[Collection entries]
= Beginning of Section =
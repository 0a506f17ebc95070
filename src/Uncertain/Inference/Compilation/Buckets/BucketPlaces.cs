using Uncertain.Numerics;

namespace Uncertain.Inference.Compilation.Buckets;

/// <summary>Where the states of a parent's bucket are found in what a bucket leaves it.</summary>
internal sealed class BucketPlaces(BucketPlan plan)
{
    private int[] _places = [];

    /// <summary>The place for a state, after <see cref="Fill"/>.</summary>
    public int this[int state] => _places[state];

    /// <summary>For each state of the parent's bucket the place of the same state of what is left. Returns their number.</summary>
    public int Fill(int vertex, int parent)
    {
        ReadOnlySpan<int> left = plan.Separator(vertex);
        ReadOnlySpan<int> separator = plan.Separator(parent);
        int bits = plan.Bits[parent];
        foreach (int u in separator)
        {
            bits += plan.Bits[u];
        }

        int states = 1 << bits;
        if (_places.Length < states + FourExtended.Count)
        {
            _places = new int[(2 * states) + FourExtended.Count];
        }

        // Doubled for each bit; those that are not left do not move the place.
        _places.AsSpan(0, FourExtended.Count).Clear();
        int done = 1;
        int step = 1;
        int next = left.Length - 1;
        for (int i = separator.Length - 1; i >= -1; i--)
        {
            int u = i < 0 ? parent : separator[i];
            bool isLeft = next >= 0 && left[next] == u;
            next -= isLeft ? 1 : 0;
            for (int bit = 0; bit < plan.Bits[u]; bit++)
            {
                int added = isLeft ? step : 0;
                for (int state = 0; state < done; state++)
                {
                    _places[done + state] = _places[state] + added;
                }

                step <<= isLeft ? 1 : 0;
                done *= 2;
            }
        }

        return states;
    }
}
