using Uncertain.Lineages;

namespace Uncertain.Inference.Compilation.Buckets;

/// <summary>
/// A module as a Boolean function of a few lists of terms: of whether each list has a term that holds. Differences and
/// intersections of joins are such.
/// </summary>
internal sealed class TermCombination
{
    // The sets of lists in which the module holds are the bits of one word.
    private const int MostLists = 4;

    private readonly ModuleFormula _module;
    private readonly List<int> _listEnds = [];
    private readonly ushort[] _holds;
    private readonly bool[] _isClause;

    private TermCombination(ModuleFormula module)
    {
        _module = module;
        _holds = new ushort[module.Count];
        _isClause = new bool[module.Count];
    }

    /// <summary>The terms of all lists.</summary>
    public TermList Terms { get; } = new();

    /// <summary>Where each list ends among the terms.</summary>
    public int[] ListEnds => [.. _listEnds];

    /// <summary>Whether the module holds if exactly the lists of a set, as bits, have a term that holds.</summary>
    public bool Holds(int set) => (_holds[^1] >> set & 1) != 0;

    /// <summary>Null if there are too many lists.</summary>
    public static TermCombination? TryRead(ModuleFormula module, TermSimplifier simplifier, CompilationBudget budget)
    {
        var combination = new TermCombination(module);
        for (int node = 0; node < module.Count; node++)
        {
            budget.Step();
            if (!combination.TryRead(node, simplifier))
            {
                return null;
            }
        }

        return combination;
    }

    /// <summary>
    /// A conjunction holds if none of its literals and clauses fails, which makes one list, and all other operands hold.
    /// </summary>
    private bool TryRead(int node, TermSimplifier simplifier)
    {
        ReadOnlySpan<LineageRef> operands = _module.Operands(node);
        if (node < _module.Count - 1 && !ContainsNode(operands))
        {
            _isClause[node] = true;
            return true;
        }

        var failing = new TermList();
        ushort holds = ushort.MaxValue;
        foreach (LineageRef operand in operands)
        {
            if (operand.IsNode && !_isClause[operand.Index - 1])
            {
                ushort own = _holds[operand.Index - 1];
                holds &= operand.IsNegated ? (ushort)~own : own;
            }
            else
            {
                AddFailing(operand, failing);
            }
        }

        if (failing.Count > 0)
        {
            if (_listEnds.Count == MostLists)
            {
                return false;
            }

            failing = simplifier.Simplify(failing);
            for (int i = 0; i < failing.Count; i++)
            {
                Terms.AddTerm(failing[i]);
            }

            holds &= HasNone(_listEnds.Count);
            _listEnds.Add(Terms.Count);
        }

        _holds[node] = holds;
        return true;
    }

    /// <summary>The terms of which one holds where an operand does not.</summary>
    private void AddFailing(LineageRef operand, TermList failing)
    {
        if (!operand.IsNode)
        {
            // The constant true never fails; false is the empty term.
            if (operand != LineageRef.True)
            {
                failing.AddTerm(operand.IsLiteral ? [Literal(!operand)] : []);
            }

            return;
        }

        foreach (LineageRef literal in _module.Operands(operand.Index - 1))
        {
            if (operand.IsNegated && literal.IsLiteral)
            {
                failing.AddLiteral(Literal(literal));
            }
            else if (!operand.IsNegated)
            {
                AddFailing(literal, failing);
            }
        }

        if (operand.IsNegated)
        {
            failing.EndTerm();
        }
    }

    private static bool ContainsNode(ReadOnlySpan<LineageRef> operands)
    {
        foreach (LineageRef operand in operands)
        {
            if (!operand.IsLiteral)
            {
                return true;
            }
        }

        return false;
    }

    // The sets without the bit of a list.
    private static ushort HasNone(int list)
    {
        int sets = 0;
        for (int set = 0; set < 1 << MostLists; set++)
        {
            sets |= (set >> list & 1) == 0 ? 1 << set : 0;
        }

        return (ushort)sets;
    }

    private static int Literal(LineageRef literal) => (literal.Index << 1) | (literal.IsNegated ? 1 : 0);
}
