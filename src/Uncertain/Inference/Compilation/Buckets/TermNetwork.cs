using System.Numerics;

namespace Uncertain.Inference.Compilation.Buckets;

/// <summary>
/// Lists of terms as they are eliminated: the variables that several terms share are vertices; what only one term has is put aside
/// in that term, since it is independent of everything else.
/// </summary>
/// <remarks>
/// The states of a vertex are numbered: 1, 2, ... for the outcomes that occur, in the order of their slots, and 0 for all others.
/// </remarks>
internal sealed class TermNetwork
{
    private readonly AtomTable _atoms;
    private readonly int[] _listEnds;
    private readonly int[] _vertexOfVariable;
    private readonly List<int> _variables = [];
    private readonly List<int> _shared = [];
    private readonly List<int> _own = [];
    private readonly int[] _sharedEnds;
    private readonly int[] _ownEnds;
    private int[] _outcomeEnds = [];
    private int[] _outcomes = [];

    /// <param name="terms">The terms of all lists, one list behind the other.</param>
    /// <param name="listEnds">Where each list ends among the terms.</param>
    /// <param name="atoms">The atoms.</param>
    /// <param name="workspace">Numbers the variables.</param>
    /// <param name="budget">Pays.</param>
    public TermNetwork(TermList terms, int[] listEnds, AtomTable atoms, Workspace workspace, CompilationBudget budget)
    {
        _atoms = atoms;
        _listEnds = listEnds;
        _vertexOfVariable = workspace.VertexOfVariable;
        _sharedEnds = new int[terms.Count];
        _ownEnds = new int[terms.Count];
        int[] all = workspace.NumberVariables(terms);
        var uses = new int[all.Length];
        foreach (int literal in terms.Literals)
        {
            uses[_vertexOfVariable[atoms.Variable(literal >> 1)]]++;
        }

        // Numbered again, the shared ones only; the others get no vertex.
        for (int i = 0; i < all.Length; i++)
        {
            _vertexOfVariable[all[i]] = uses[i] > 1 ? _variables.Count : -1;
            if (uses[i] > 1)
            {
                _variables.Add(all[i]);
            }
        }

        for (int i = 0; i < terms.Count; i++)
        {
            foreach (int literal in terms[i])
            {
                (_vertexOfVariable[atoms.Variable(literal >> 1)] < 0 ? _own : _shared).Add(literal);
            }

            _sharedEnds[i] = _shared.Count;
            _ownEnds[i] = _own.Count;
            budget.Step();
        }

        ListOutcomes();
    }

    /// <summary>Number of shared variables.</summary>
    public int VertexCount => _variables.Count;

    public int ListCount => _listEnds.Length;

    public int TermCount => _sharedEnds.Length;

    /// <summary>The list of a term.</summary>
    public int List(int term)
    {
        int list = 0;
        while (term >= _listEnds[list])
        {
            list++;
        }

        return list;
    }

    /// <summary>The literals of a term whose variables it shares with others.</summary>
    public ReadOnlySpan<int> Shared(int term) => Part(_shared, _sharedEnds, term);

    /// <summary>The literals of a term whose variables no other term has; each is a part by itself.</summary>
    public ReadOnlySpan<int> Own(int term) => Part(_own, _ownEnds, term);

    public int Variable(int vertex) => _variables[vertex];

    public int Vertex(int literal) => _vertexOfVariable[_atoms.Variable(literal >> 1)];

    /// <summary>The atoms of a vertex that occur, in the order of their slots.</summary>
    public ReadOnlySpan<int> Outcomes(int vertex) =>
        _outcomes.AsSpan(_outcomeEnds[vertex], _outcomeEnds[vertex + 1] - _outcomeEnds[vertex]);

    /// <summary>Bits that the states of a vertex take.</summary>
    public int Bits(int vertex) => 32 - BitOperations.LeadingZeroCount((uint)(_outcomeEnds[vertex + 1] - _outcomeEnds[vertex]));

    /// <summary>The number of the state in which the atom of a literal holds.</summary>
    public int State(int literal) => Outcomes(Vertex(literal)).IndexOf(literal >> 1) + 1;

    /// <summary>Pairs of vertices that are in one term.</summary>
    public SparseGraph Graph(CompilationBudget budget)
    {
        var pairs = new List<long>();
        for (int term = 0; term < TermCount; term++)
        {
            ReadOnlySpan<int> shared = Shared(term);
            for (int i = 1; i < shared.Length; i++)
            {
                for (int j = 0; j < i; j++)
                {
                    int v = Vertex(shared[i]);
                    int u = Vertex(shared[j]);
                    if (u != v)
                    {
                        pairs.Add(SparseGraph.Pair(u, v));
                    }
                }
            }

            budget.Step();
        }

        return SparseGraph.FromPairs(VertexCount, pairs, budget);
    }

    private void ListOutcomes()
    {
        var occurring = new List<(int Vertex, int Slot, int Atom)>();
        var isListed = new HashSet<int>();
        _outcomeEnds = new int[VertexCount + 1];
        for (int vertex = 0; vertex < VertexCount; vertex++)
        {
            _outcomeEnds[vertex + 1] = _atoms.IsManyOutcome(_variables[vertex]) ? 0 : 1;
        }

        foreach (int literal in _shared)
        {
            int atom = literal >> 1;
            if (_atoms.IsManyOutcome(_atoms.Variable(atom)) && isListed.Add(atom))
            {
                occurring.Add((Vertex(literal), _atoms.Slot(atom), atom));
                _outcomeEnds[Vertex(literal) + 1]++;
            }
        }

        for (int vertex = 0; vertex < VertexCount; vertex++)
        {
            _outcomeEnds[vertex + 1] += _outcomeEnds[vertex];
        }

        _outcomes = new int[_outcomeEnds[^1]];
        foreach (int literal in _shared)
        {
            if (!_atoms.IsManyOutcome(_atoms.Variable(literal >> 1)))
            {
                _outcomes[_outcomeEnds[Vertex(literal)]] = literal >> 1;
            }
        }

        occurring.Sort();
        int place = 0;
        for (int i = 0; i < occurring.Count; i++)
        {
            place = i > 0 && occurring[i].Vertex == occurring[i - 1].Vertex ? place + 1 : 0;
            _outcomes[_outcomeEnds[occurring[i].Vertex] + place] = occurring[i].Atom;
        }
    }

    private static ReadOnlySpan<int> Part(List<int> literals, int[] ends, int term)
    {
        int start = term == 0 ? 0 : ends[term - 1];
        return System.Runtime.InteropServices.CollectionsMarshal.AsSpan(literals)[start..ends[term]];
    }
}
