using System.Runtime.Intrinsics;
using Uncertain.Numerics;

namespace Uncertain.Inference.Compilation.Buckets;

/// <summary>
/// The chances of a few disjunctions of terms, together, under one setting of the chances of variables and without a compiled form:
/// variables are eliminated one after the other, over tables of all states of the variables that still hang together with them.
/// </summary>
/// <remarks>
/// <para>R. Dechter, "Bucket elimination: a unifying framework for reasoning", Artificial Intelligence 113 (1999). A table has,
/// for each state of its variables and each set of lists, the chance that just these lists have a term that holds, of the terms met
/// so far; all are sums of products of non-negative numbers. Buckets are worked off branch by branch, so that few tables exist at a time, in one array
/// used as a stack.</para>
/// <para>Cost: see <see cref="BucketPlan"/>; linear in the number of variables at a fixed width.</para>
/// </remarks>
internal sealed class BucketElimination
{
    private const int StatesPerStep = 64;

    private readonly TermNetwork _network;
    private readonly BucketPlan _plan;
    private readonly FormValues _values;
    private readonly AtomTable _atoms;
    private readonly CompilationBudget _budget;
    private readonly ExtendedColumn[] _columns;
    private readonly int[] _bucketOf;
    private readonly int[] _offsets;
    private readonly int[] _firstTerm;
    private readonly int[] _termsOf;
    private readonly BucketPlaces _places;
    private readonly FourExtended[] _left;
    private readonly FourExtended[] _right;
    private readonly List<(int Mask, int Pattern)> _excluded = [];
    private int _top;

    private BucketElimination(
        TermNetwork network, BucketPlan plan, AtomTable atoms, FormValues values, CompilationBudget budget)
    {
        _network = network;
        _plan = plan;
        _atoms = atoms;
        _values = values;
        _budget = budget;
        _columns = new ExtendedColumn[1 << network.ListCount];
        for (int set = 0; set < _columns.Length; set++)
        {
            _columns[set] = new ExtendedColumn((int)plan.Peak + (2 * FourExtended.Count));
        }

        _places = new BucketPlaces(plan);
        _left = new FourExtended[_columns.Length];
        _right = new FourExtended[_columns.Length];
        _bucketOf = new int[network.VertexCount];
        Array.Fill(_bucketOf, -1);
        _offsets = new int[network.VertexCount];
        _firstTerm = new int[network.VertexCount + 1];
        _termsOf = new int[network.TermCount];
        PlaceTerms();
    }

    /// <summary>Bytes that a run takes.</summary>
    public static long Bytes(TermNetwork network, BucketPlan plan) =>
        ((long)ExtendedColumn.BytesPerPlace * plan.Peak << network.ListCount) + (12L * network.VertexCount) + (8L * network.TermCount);

    /// <summary>
    /// What a run costs, in states of one list: two tables meet in one product for each pair of sets and one more sum.
    /// </summary>
    public static double Cost(TermNetwork network, BucketPlan plan) => plan.Cost * Math.Pow(3, network.ListCount - 1);

    /// <summary>
    /// For each set of lists, as bits, the chance that these have a term that holds and the others have none.
    /// </summary>
    public static ExtendedDouble[] Run(
        TermNetwork network, BucketPlan plan, AtomTable atoms, FormValues values, CompilationBudget budget) =>
        new BucketElimination(network, plan, atoms, values, budget).Run();

    private ExtendedDouble[] Run()
    {
        var total = new FourExtended[_columns.Length];
        Array.Fill(total, FourExtended.Zero);
        total[0] = FourExtended.One;
        for (int term = 0; term < _network.TermCount; term++)
        {
            if (_network.Shared(term).IsEmpty)
            {
                ListSets.Apply(total, OwnChance(term), 1 << _network.List(term));
            }
        }

        foreach (int vertex in _plan.Order)
        {
            _budget.Step();
            int separator = SetOffsets(vertex);
            int states = 1 << (separator + _plan.Bits[vertex]);
            if (_bucketOf[vertex] < 0)
            {
                _bucketOf[vertex] = _top;
                Clear(_top, states);
            }

            int bucket = _bucketOf[vertex];
            for (int i = _firstTerm[vertex]; i < _firstTerm[vertex + 1]; i++)
            {
                Apply(_termsOf[i], bucket, states);
            }

            SumOut(vertex, bucket, 1 << separator);
            int parent = _plan.Parents[vertex];
            if (parent < 0)
            {
                ListSets.Multiply(total, Array.ConvertAll(_columns, column => column[bucket]));
                _top = bucket;
            }
            else
            {
                HandOver(vertex, bucket, parent);
            }
        }

        return Array.ConvertAll(total, four => four.Lane(0));
    }

    // A term belongs to the first of its vertices to go.
    private void PlaceTerms()
    {
        var home = new int[_network.TermCount];
        for (int term = 0; term < home.Length; term++)
        {
            int first = -1;
            foreach (int literal in _network.Shared(term))
            {
                int vertex = _network.Vertex(literal);
                first = first < 0 || _plan.Position(vertex) < _plan.Position(first) ? vertex : first;
            }

            home[term] = first;
            if (first >= 0)
            {
                _firstTerm[first]++;
            }
        }

        int sum = 0;
        for (int vertex = 0; vertex < _firstTerm.Length; vertex++)
        {
            sum += _firstTerm[vertex];
            _firstTerm[vertex] = sum;
        }

        for (int term = home.Length - 1; term >= 0; term--)
        {
            if (home[term] >= 0)
            {
                _termsOf[--_firstTerm[home[term]]] = term;
            }
        }
    }

    /// <summary>Lays out the bits of a bucket: its own vertex highest, the last to go lowest. Returns the bits of the others.</summary>
    private int SetOffsets(int vertex)
    {
        ReadOnlySpan<int> separator = _plan.Separator(vertex);
        int offset = 0;
        for (int i = separator.Length - 1; i >= 0; i--)
        {
            _offsets[separator[i]] = offset;
            offset += _plan.Bits[separator[i]];
        }

        _offsets[vertex] = offset;
        return offset;
    }

    private void Clear(int bucket, int states)
    {
        for (int state = 0; state < states; state += FourExtended.Count)
        {
            for (int set = 0; set < _columns.Length; set++)
            {
                _columns[set][bucket + state] = set == 0 ? FourExtended.One : FourExtended.Zero;
            }

            Pause(state);
        }

        _top = bucket + Math.Max(FourExtended.Count, states);
    }

    private Tails<ExtendedDouble> OwnChance(int term)
    {
        Tails<ExtendedDouble> own = Tails<ExtendedDouble>.Always;
        foreach (int literal in _network.Own(term))
        {
            own &= _values.Of(_atoms.Edge(literal >> 1) ^ (literal & 1));
        }

        return own;
    }

    /// <summary>In the states that a term matches, it holds if what it has of its own does.</summary>
    private void Apply(int term, int bucket, int states)
    {
        int list = 1 << _network.List(term);
        (int mask, int pattern) = Match(term);
        Tails<ExtendedDouble> own = OwnChance(term);
        FourExtended happens = FourExtended.Create(own.True);
        FourExtended fails = FourExtended.Create(own.False);
        const int Lanes = FourExtended.Count - 1;
        Vector256<long> lanes = Vector256.Equals(
            Vector256.Create(0L, 1, 2, 3) & Vector256.Create((long)(mask & Lanes)), Vector256.Create((long)(pattern & Lanes)));
        int high = mask & ~Lanes;
        int state = 0;
        do
        {
            int at = state | (pattern & ~Lanes);
            Vector256<long> matches = _excluded.Count == 0 ? lanes : WithoutExcluded(lanes, at);
            for (int set = 0; set < _columns.Length; set++)
            {
                if ((set & list) == 0)
                {
                    FourExtended without = _columns[set][bucket + at];
                    FourExtended with = _columns[set | list][bucket + at];
                    _columns[set][bucket + at] = FourExtended.Select(matches, without * fails, without);
                    _columns[set | list][bucket + at] = FourExtended.Select(matches, with + (without * happens), with);
                }
            }

            Pause(state);

            // The next number with nothing in the mask and the lanes.
            state = ((state | high | Lanes) + 1) & ~(high | Lanes);
        }
        while (state < states);
    }

    private (int Mask, int Pattern) Match(int term)
    {
        _excluded.Clear();
        int mask = 0;
        int pattern = 0;
        foreach (int literal in _network.Shared(term))
        {
            int vertex = _network.Vertex(literal);
            int own = ((1 << _plan.Bits[vertex]) - 1) << _offsets[vertex];
            int state = _network.State(literal) << _offsets[vertex];
            if ((literal & 1) != 0 && _plan.Bits[vertex] > 1)
            {
                _excluded.Add((own, state));
                continue;
            }

            mask |= own;
            pattern |= (literal & 1) != 0 ? 0 : state;
        }

        return (mask, pattern);
    }

    private Vector256<long> WithoutExcluded(Vector256<long> lanes, int at)
    {
        Vector256<long> states = Vector256.Create((long)at, at + 1, at + 2, at + 3);
        foreach ((int mask, int pattern) in _excluded)
        {
            lanes = Vector256.AndNot(lanes, Vector256.Equals(states & Vector256.Create((long)mask), Vector256.Create((long)pattern)));
        }

        return lanes;
    }

    /// <summary>Adds up over the states of the vertex, which are the blocks of its bucket.</summary>
    private void SumOut(int vertex, int bucket, int block)
    {
        FourExtended[] weights = Weights(vertex);
        for (int state = 0; state < block; state += FourExtended.Count)
        {
            foreach (ExtendedColumn column in _columns)
            {
                FourExtended sum = weights[0] * column[bucket + state];
                for (int outcome = 1; outcome < weights.Length; outcome++)
                {
                    sum += weights[outcome] * column[bucket + (outcome * block) + state];
                }

                column[bucket + state] = sum;
            }

            Pause(state);
        }
    }

    private FourExtended[] Weights(int vertex)
    {
        ReadOnlySpan<int> outcomes = _network.Outcomes(vertex);
        int variable = _network.Variable(vertex);
        if (!_atoms.IsManyOutcome(variable))
        {
            Tails<ExtendedDouble> tails = _values.Of(_atoms.Edge(outcomes[0]));
            return [FourExtended.Create(tails.False), FourExtended.Create(tails.True)];
        }

        int[] slots = new int[outcomes.Length];
        for (int i = 0; i < slots.Length; i++)
        {
            slots[i] = _atoms.Slot(outcomes[i]);
        }

        ExtendedDouble[] chances = _values.Weights(new FormDistribution(_atoms.ManyOutcome(variable), slots));
        var weights = new FourExtended[chances.Length];
        for (int i = 0; i < slots.Length; i++)
        {
            weights[i + 1] = FourExtended.Create(chances[i]);
        }

        weights[0] = FourExtended.Create(chances[^1]);
        return weights;
    }

    /// <summary>What is left of a bucket goes to the one of its parent, which it opens if it is the first.</summary>
    private void HandOver(int vertex, int bucket, int parent)
    {
        int states = _places.Fill(vertex, parent);
        int target = _bucketOf[parent];
        if (target < 0)
        {
            // From the last to the first it can be spread over its own place: no state moves down.
            for (int state = states - 1; state > 0; state--)
            {
                foreach (ExtendedColumn column in _columns)
                {
                    column.Copy(bucket + _places[state], bucket + state);
                }

                Pause(state);
            }

            _bucketOf[parent] = bucket;
            _top = bucket + Math.Max(FourExtended.Count, states);
            return;
        }

        for (int state = 0; state < states; state += FourExtended.Count)
        {
            for (int set = 0; set < _columns.Length; set++)
            {
                _left[set] = _columns[set][target + state];
                _right[set] = Spread(_columns[set], bucket, state);
            }

            ListSets.Multiply(_left, _right);
            for (int set = 0; set < _columns.Length; set++)
            {
                _columns[set][target + state] = _left[set];
            }

            Pause(state);
        }

        _top = bucket;
    }

    private FourExtended Spread(ExtendedColumn column, int bucket, int state)
    {
        (int a, int b, int c, int d) =
            (bucket + _places[state], bucket + _places[state + 1], bucket + _places[state + 2], bucket + _places[state + 3]);
        return d == a + 3 ? column[a] : column.Gather(a, b, c, d);
    }

    private void Pause(int state)
    {
        if ((state & (StatesPerStep - 1)) == 0)
        {
            _budget.Step();
        }
    }
}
= End of Section =
Goal of the exercise
A complete answer reproduces every line of the records in which the word "eliminated" occurs.

Your solution
/// Lists of terms as they are eliminated: the variables that several terms share are vertices; what only one term has is put aside
/// variables are eliminated one after the other, over tables of all states of the variables that still hang together with them.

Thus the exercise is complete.